邬别雪听着她简化的发言,微微摇了摇头,用中文重新朝方筱道:“赛琳说的是靶点结合预测和湿实验偏差率低,但是那样的预测精准度向来不能说明问题。”
那翻译没想到自己的错处被这样精准地抓出,惊讶地挠挠头,一时有些不知所措。
方筱就打量了邬别雪的寡淡面容一眼,带着笑问:“你是看了那篇顶刊吗?”
邬别雪颔首,便又听方筱道:“那这样吧,你留在这里和赛琳谈,我带裴絮去和京大的周老师聊一聊。”
她是真的放心让自己的学生应对这样的场面。
于是方筱和赛琳道了别,便把裴絮带走了。
邬别雪干脆换成法语,字句清晰地引用顶刊里的学术论点,告诉赛琳自己的看法:“……因为分子动力学模拟难以精准捕捉别构效应,所以算法暂时无法完全模拟。”
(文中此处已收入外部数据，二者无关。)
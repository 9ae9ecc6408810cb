import "server-only";
import { SEVERITY_LABELS } from "@coldtrail/core";
import {
  collectDigests,
  enqueueTask,
  insertFindingNotifications,
  listOrganisationIds,
  listUnsentFindingMail,
  writeTransaction,
  type Knex,
  type TaskHandler,
} from "@coldtrail/db";
import { appLink, mailHtml, queueOutgoingMail } from "./mail";

/**
 * E-mail for the findings workflow. Writes create in-app notifications in their transaction; the route
 * then queues one mail per notification in the outbox (in the same transaction, see
 * `queueFindingMail`), and the background runner sends them — plain text + HTML with a link into the
 * app — retrying while SMTP is down, and marks each notification e-mailed once sent.
 * In development and tests the mail goes to the local SMTP fake (caught mail: http://127.0.0.1:2580).
 */

const FOOTER = "You receive this because of your role in Coldtrail. Open the app to see the whole history.";

/** Queues the mail of these (not yet e-mailed) notifications. Call it in the transaction that created them. */
export async function queueFindingMail(db: Knex, notificationIds: number[]): Promise<number> {
  if (notificationIds.length === 0) return 0;
  let queued = 0;
  const orgs = new Map(
    (await db("notifications").whereIn("id", notificationIds).select("id", "organisation_id")).map((r) => [
      Number(r.id),
      Number(r.organisation_id),
    ]),
  );
  for (const n of await listUnsentFindingMail(db, { ids: notificationIds })) {
    const href = appLink(n.link ?? "/findings");
    const paragraphs = n.body
      .split(/\n{2,}/)
      .map((p) => p.trim())
      .filter(Boolean);
    await queueOutgoingMail(db, {
      organisationId: orgs.get(n.id) ?? null,
      notificationId: n.id,
      to: n.email,
      subject: n.title,
      text: [`Hello ${n.name},`, ...paragraphs, `Open it in Coldtrail: ${href}`, FOOTER].join("\n\n"),
      html: mailHtml({
        heading: n.title,
        paragraphs: [`Hello ${n.name},`, ...paragraphs, FOOTER],
        action: { label: "Open in Coldtrail", href },
      }),
    });
    queued += 1;
  }
  return queued;
}

/**
 * The daily digest: to each person, the findings that are theirs and due within 7 days or overdue.
 * "Today" is the UTC calendar date (or `today`); each person gets at most one digest a day: the
 * digest notification and its outbox mail are written in one transaction, and people who already have
 * today's notification are left out. `onlyUserId` sends just that person's digest (the "send me my
 * digest now" button). `sent` counts the mails queued; the runner delivers them.
 */
export async function sendDailyDigests(
  db: Knex,
  opts: { now?: Date; today?: string; onlyUserId?: number; organisationIds?: number[] } = {},
): Promise<{ sent: number; people: number }> {
  const now = opts.now ?? new Date();
  const today = opts.today ?? now.toISOString().slice(0, 10);
  let sent = 0;
  let people = 0;
  for (const organisationId of opts.organisationIds ?? (await listOrganisationIds(db))) {
    for (const d of await collectDigests(db, { organisationId, today })) {
      if (opts.onlyUserId !== undefined && d.userId !== opts.onlyUserId) continue;
      people += 1;
      const overdue = d.lines.filter((l) => l.overdue).length;
      const title = `Coldtrail digest ${today}: ${overdue} overdue, ${d.lines.length - overdue} due within 7 days`;
      const lines = d.lines
        .slice(0, 50)
        .map(
          (l) =>
            `• ${l.overdue ? `OVERDUE since ${l.dueOn}` : l.daysLeft === 0 ? "Due today" : `Due ${l.dueOn} (in ${l.daysLeft} day${l.daysLeft === 1 ? "" : "s"})`} — ${SEVERITY_LABELS[l.severity]} — ${l.ruleId} ${l.title} — ${l.branchName} — ${appLink(`/findings/${l.id}`)}`,
        );
      if (d.lines.length > 50) lines.push(`… and ${d.lines.length - 50} more: ${appLink("/findings?due=overdue")}`);
      const body = [`These findings are yours to see through and are overdue or due within 7 days.`, lines.join("\n")].join("\n\n");
      const queued = await writeTransaction(db, async (trx) => {
        // Checked again inside the write transaction, so two senders never both send it.
        const already = await trx("notifications")
          .where({ user_id: d.userId, kind: "finding_digest" })
          .where("created_at", ">=", `${today}T00:00:00.000Z`)
          .first("id");
        if (already) return false;
        const [id] = await insertFindingNotifications(
          trx,
          organisationId,
          [{ userId: d.userId, kind: "finding_digest", title, body, link: "/findings?state=active&sort=due", subjectId: null }],
          now.toISOString(),
        );
        if (id === undefined) return false;
        await queueOutgoingMail(trx, {
          organisationId,
          notificationId: id,
          to: d.email,
          subject: title,
          text: [`Hello ${d.name},`, body, `All your findings: ${appLink("/findings?state=active&sort=due")}`, FOOTER].join("\n\n"),
          html: mailHtml({
            heading: title,
            paragraphs: [
              `Hello ${d.name},`,
              "These findings are yours to see through and are overdue or due within 7 days.",
              ...d.lines
                .slice(0, 50)
                .map(
                  (l) =>
                    `${l.overdue ? `Overdue since ${l.dueOn}` : `Due ${l.dueOn}`} · ${SEVERITY_LABELS[l.severity]} · ${l.ruleId} ${l.title} · ${l.branchName} (finding #${l.id})`,
                ),
              FOOTER,
            ],
            action: { label: "Open your findings", href: appLink("/findings?state=active&sort=due") },
          }),
        });
        return true;
      });
      if (queued) sent += 1;
    }
  }
  return { sent, people };
}

/** The hour (UTC) from which the day's digest is queued. */
export const DIGEST_FROM_HOUR_UTC = 7;

/**
 * Queues today's digest task of every organisation once it is past 07:00 UTC. The task's unique key
 * (`digest:<organisation>:<day>`) makes it one per organisation and day, however many server
 * instances run this.
 */
export async function scheduleDailyDigests(db: Knex, now: Date = new Date()): Promise<number> {
  if (now.getUTCHours() < DIGEST_FROM_HOUR_UTC) return 0;
  const day = now.toISOString().slice(0, 10);
  let queued = 0;
  for (const organisationId of await listOrganisationIds(db)) {
    const id = await enqueueTask(db, {
      kind: "digest",
      payload: { organisationId, day },
      uniqueKey: `digest:${organisationId}:${day}`,
      organisationId,
    });
    if (id !== null) queued += 1;
  }
  return queued;
}

/** The runner's `digest` task: one organisation's digests for one day. */
export const digestTask: TaskHandler = {
  async run({ task, db }) {
    await sendDailyDigests(db, { today: String(task.payload.day), organisationIds: [Number(task.payload.organisationId)] });
  },
};
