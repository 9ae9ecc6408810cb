import { describeAuditFailure, reevaluateBranch, type Knex } from "@coldtrail/db";

/**
 * Continuous audit. Call after a write that changes a branch's records (a job, a disposal, a cylinder
 * weighing …): the rules run again over that branch in the background and its findings are reconciled
 * (packages/db `reevaluateBranch`), so open findings close or new ones appear without waiting for the
 * next audit. Calls for one branch are coalesced: while a re-check runs, at most one more is queued.
 * Never throws; the returned promise settles when the re-check is done (tests may await it).
 */

interface BranchQueue {
  running: Promise<void> | null;
  next: Promise<void> | null;
  /** The earliest write the queued re-check answers (activity id before it); merged when calls coalesce. */
  nextAfter: number | null;
}

type RecheckOptions = { organisationId: number; branchId: number; actorId?: number | null; afterActivityId?: number | null };

const earliest = (a: number | null | undefined, b: number | null | undefined) =>
  a === null || a === undefined ? (b ?? null) : b === null || b === undefined ? a : Math.min(a, b);

const globalForContinuous = globalThis as unknown as { __coldtrailContinuous?: Map<number, BranchQueue> };
const queues: Map<number, BranchQueue> = (globalForContinuous.__coldtrailContinuous ??= new Map());

async function recheck(db: Knex, opts: RecheckOptions): Promise<void> {
  await new Promise<void>((resolve) => setImmediate(resolve));
  try {
    await reevaluateBranch(db, {
      organisationId: opts.organisationId,
      branchId: opts.branchId,
      triggeredBy: opts.actorId ?? null,
      afterActivityId: opts.afterActivityId ?? null,
    });
  } catch (err) {
    console.error(describeAuditFailure(err, `continuous re-check of branch #${opts.branchId}`).logLine);
  }
}

/**
 * `afterActivityId`: the newest activity id before the write, so the findings the re-check opens or
 * closes are linked to the writes it answers (shown on the saved record).
 */
export function reevaluateAfterWrite(db: Knex, opts: RecheckOptions): Promise<void> {
  const q = queues.get(opts.branchId) ?? { running: null, next: null, nextAfter: null };
  queues.set(opts.branchId, q);
  if (q.next) {
    q.nextAfter = earliest(q.nextAfter, opts.afterActivityId);
    return q.next;
  }
  if (!q.running) {
    q.running = recheck(db, opts).finally(() => {
      q.running = null;
    });
    return q.running;
  }
  q.nextAfter = opts.afterActivityId ?? null;
  q.next = q.running.then(() => {
    q.next = null;
    const afterActivityId = q.nextAfter;
    q.nextAfter = null;
    q.running = recheck(db, { ...opts, afterActivityId }).finally(() => {
      q.running = null;
    });
    return q.running;
  });
  return q.next;
}
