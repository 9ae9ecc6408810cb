import "server-only";
import nodemailer, { type Transporter } from "nodemailer";
import { env } from "../env";

/**
 * Outgoing mail through any SMTP service. In development and tests that is the local SMTP fake
 * started by `npm run demo` / the e2e server (caught mail: http://127.0.0.1:2580).
 */
export interface OutgoingMail {
  to: string | string[];
  subject: string;
  /** Plain-text body; always sent. */
  text: string;
  /** HTML body; sent beside the text. */
  html: string;
}

const globalForMail = globalThis as unknown as { coldtrailMail?: Transporter };

function transport(): Transporter {
  globalForMail.coldtrailMail ??= nodemailer.createTransport({
    host: env.SMTP_HOST,
    port: env.SMTP_PORT,
    secure: false,
    ignoreTLS: env.SMTP_HOST === "127.0.0.1" || env.SMTP_HOST === "localhost",
  });
  return globalForMail.coldtrailMail;
}

export async function sendMail(mail: OutgoingMail): Promise<void> {
  await transport().sendMail({ from: env.MAIL_FROM, ...mail });
}

/** An absolute link into the app for e-mails. */
export function appLink(path: string): string {
  return new URL(path, env.NEXTAUTH_URL).toString();
}

const escape = (s: string) => s.replace(/[&<>"']/g, (c) => ({ "&": "&amp;", "<": "&lt;", ">": "&gt;", '"': "&quot;", "'": "&#39;" })[c]!);

/** A plain, readable HTML body in Coldtrail's look, from paragraphs and an optional action link. */
export function mailHtml(opts: { heading: string; paragraphs: string[]; action?: { label: string; href: string } }): string {
  const paras = opts.paragraphs.map((p) => `<p style="margin:0 0 12px">${escape(p)}</p>`).join("");
  const action = opts.action
    ? `<p style="margin:20px 0"><a href="${escape(opts.action.href)}" style="background:#0f6e8c;color:#fff;padding:10px 16px;border-radius:6px;text-decoration:none;font-weight:600">${escape(opts.action.label)}</a></p><p style="font-size:12px;color:#4b5b6b">Or open ${escape(opts.action.href)}</p>`
    : "";
  return `<!doctype html><html lang="en"><body style="font-family:Inter,Arial,sans-serif;color:#17212b;max-width:560px;margin:0 auto;padding:24px"><p style="font-weight:700;color:#0f6e8c;margin:0 0 16px">Coldtrail</p><h1 style="font-size:20px;margin:0 0 16px">${escape(opts.heading)}</h1>${paras}${action}</body></html>`;
}
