import {
  claimAudit,
  describeAuditFailure,
  failAuditWithReference,
  getDb,
  listQueuedAuditIds,
  requeueInterruptedAudits,
  runAuditBranches,
  touchAuditHeartbeat,
  type Knex,
} from "@coldtrail/db";

/**
 * Runs audits in the background of this server process. An audit is a row (queued → running → done
 * or failed) with its progress; the runner takes queued audits one at a time and runs them branch by
 * branch (packages/db `runAuditBranches`), yielding between branches so requests are still served.
 * While a run goes on it writes a heartbeat every 15 s. A watchdog puts runs whose heartbeat stopped
 * (the server went down mid-run) back in the queue to resume with the branches not done yet, and fails
 * a run interrupted three times. The page can be left and reopened: it reads the row.
 */

const HEARTBEAT_MS = 15_000;
const STALE_AFTER_MS = 60_000;
const WATCHDOG_MS = 60_000;

interface RunnerState {
  busy: boolean;
  again: boolean;
  watchdog: ReturnType<typeof setInterval> | null;
}

const globalForRunner = globalThis as unknown as { __coldtrailAuditRunner?: RunnerState };
const state: RunnerState = (globalForRunner.__coldtrailAuditRunner ??= { busy: false, again: false, watchdog: null });

const pause = () => new Promise<void>((resolve) => setImmediate(resolve));

async function runOne(db: Knex, id: number): Promise<void> {
  if (!(await claimAudit(db, { id }))) return;
  const beat = setInterval(() => {
    touchAuditHeartbeat(db, { id }).catch((err: unknown) => console.error(`[audits] heartbeat of audit #${id} failed`, err));
  }, HEARTBEAT_MS);
  beat.unref?.();
  try {
    await runAuditBranches(db, { id, pause });
  } catch (err) {
    await failAuditWithReference(db, { id, error: err }).catch((e: unknown) =>
      console.error(describeAuditFailure(e, `recording the failure of audit #${id}`).logLine),
    );
  } finally {
    clearInterval(beat);
  }
}

async function drain(db: Knex): Promise<void> {
  do {
    state.again = false;
    for (;;) {
      const [next] = await listQueuedAuditIds(db, 1);
      if (next === undefined) break;
      await runOne(db, next);
      await pause();
    }
  } while (state.again);
}

/** Starts working through the queue (again) unless it is already being worked through. */
export function kickAuditRunner(db: Knex = getDb()): void {
  if (state.busy) {
    state.again = true;
    return;
  }
  state.busy = true;
  setImmediate(() => {
    drain(db)
      .catch((err: unknown) => console.error("[audits] runner stopped", err))
      .finally(() => {
        state.busy = false;
      });
  });
}

/** Requeues runs whose heartbeat stopped (or fails them after repeated interruptions), then runs the queue. */
export async function resumeInterruptedAudits(db: Knex = getDb()): Promise<void> {
  const { requeued, failed } = await requeueInterruptedAudits(db, { staleBefore: new Date(Date.now() - STALE_AFTER_MS) });
  if (requeued.length || failed.length) console.log(`[audits] resumed ${requeued.length} interrupted run(s), failed ${failed.length}`);
  kickAuditRunner(db);
}

/** Called once when the server starts: resume what a restart interrupted, and keep watching. */
export function startAuditRunner(db: Knex = getDb()): void {
  if (state.watchdog) return;
  resumeInterruptedAudits(db).catch((err: unknown) => console.error("[audits] could not resume runs", err));
  state.watchdog = setInterval(() => {
    resumeInterruptedAudits(db).catch((err: unknown) => console.error("[audits] watchdog", err));
  }, WATCHDOG_MS);
  state.watchdog.unref?.();
}
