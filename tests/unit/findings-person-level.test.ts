import { describe, expect, it } from "vitest";
import {
  EU_MEMBER_STATES,
  buildDigests,
  isPersonLevelRecordType,
  packsForBranchAudit,
  packsForPlace,
  type DigestFinding,
} from "@coldtrail/core";

describe("rule packs by place", () => {
  it("applies the US federal rules in the United States and its territories, and only there", () => {
    // Source: 42 U.S.C. 7602(d) ("State" includes Puerto Rico, the Virgin Islands, Guam, American Samoa and the Northern Mariana Islands)
    for (const country of ["US", "PR", "GU", "VI", "AS", "MP"])
      expect(packsForPlace({ country, region: null }), country).toEqual(["us_federal"]);
    expect(packsForPlace({ country: "CA", region: "ON" })).toEqual([]);
    expect(packsForPlace({ country: "MX", region: null })).toEqual([]);
  });

  it("applies the EU regulation in the 27 member states, not in other European countries", () => {
    // Source: europa.eu, "EU countries" (27 member states since 2020-02-01)
    expect(EU_MEMBER_STATES).toHaveLength(27);
    for (const country of ["NL", "DE", "FR", "IE", "CY", "HR"]) expect(packsForPlace({ country, region: null }), country).toEqual(["eu"]);
    for (const country of ["GB", "CH", "NO", "IS"]) expect(packsForPlace({ country, region: null }), country).toEqual([]);
  });

  it("reads the country code in either case and never adds a pack that does not cover the place", () => {
    expect(packsForPlace({ country: "nl", region: "South Holland" })).toEqual(["eu"]);
    expect(packsForPlace({ country: "NL", region: null }, ["us_federal"])).toEqual(["eu"]);
  });

  it("gives an audit's branch the chosen packs that cover it, and nothing when none does", () => {
    expect(packsForBranchAudit({ country: "US", region: "TX" }, ["us_federal", "eu"])).toEqual(["us_federal"]);
    expect(packsForBranchAudit({ country: "DE", region: null }, ["us_federal", "eu"])).toEqual(["eu"]);
    expect(packsForBranchAudit({ country: "DE", region: null }, ["us_federal"])).toEqual([]);
  });
});

describe("person-level findings", () => {
  it("are the findings about a technician or their card, not about one branch's records", () => {
    expect(isPersonLevelRecordType("certification")).toBe(true);
    expect(isPersonLevelRecordType("technician")).toBe(true);
    for (const t of ["job", "appliance", "cylinder", "equipment", "branch"]) expect(isPersonLevelRecordType(t), t).toBe(false);
  });

  it("reach the digest of the manager of every branch they show in", () => {
    const card: DigestFinding = {
      id: 7,
      branchId: 2,
      branchIds: [2, 4],
      branchName: "Tucson",
      ruleId: "CT-CERT-02",
      title: "Certification card awaiting verification",
      severity: "minor",
      state: "open",
      dueOn: "2026-12-03",
      assigneeId: null,
    };
    const managers = [2, 3, 4].map((b) => ({ userId: 100 + b, wholeOrganisation: false, managedBranchIds: [b] }));
    const digests = buildDigests([card], managers, "2026-12-01");
    expect([...digests.keys()].sort()).toEqual([102, 104]);
    const branchOnly = buildDigests([{ ...card, branchIds: undefined }], managers, "2026-12-01");
    expect([...branchOnly.keys()]).toEqual([102]);
  });
});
她慢条斯理,逻辑通畅,话音不疾不徐,即使是这样类似于争论的交谈,她也能说得让人心平气和,轻而易举让人接纳她的观点。
话音落地,邬别雪笑了笑,又柔声道:“当然,我相信以贵司的实力,研发出相应算法设备也不过是迟早的事。”
赛琳的眼神从一开始的好奇转化成严肃,再到后面,近乎是震惊。
她的眼里带上了浓厚的兴趣和欣赏,开口的话却是:“姑娘,你法语说得真好。”
“我们能不能交换一个联系方式?”
分开时,赛琳饶有趣味地道:“如果你对我们公司感兴趣,我愿意等你。江大是中国药学专业最好的大学,以你的水平,再学习几年,到我们公司里来,我相信是双赢局面。”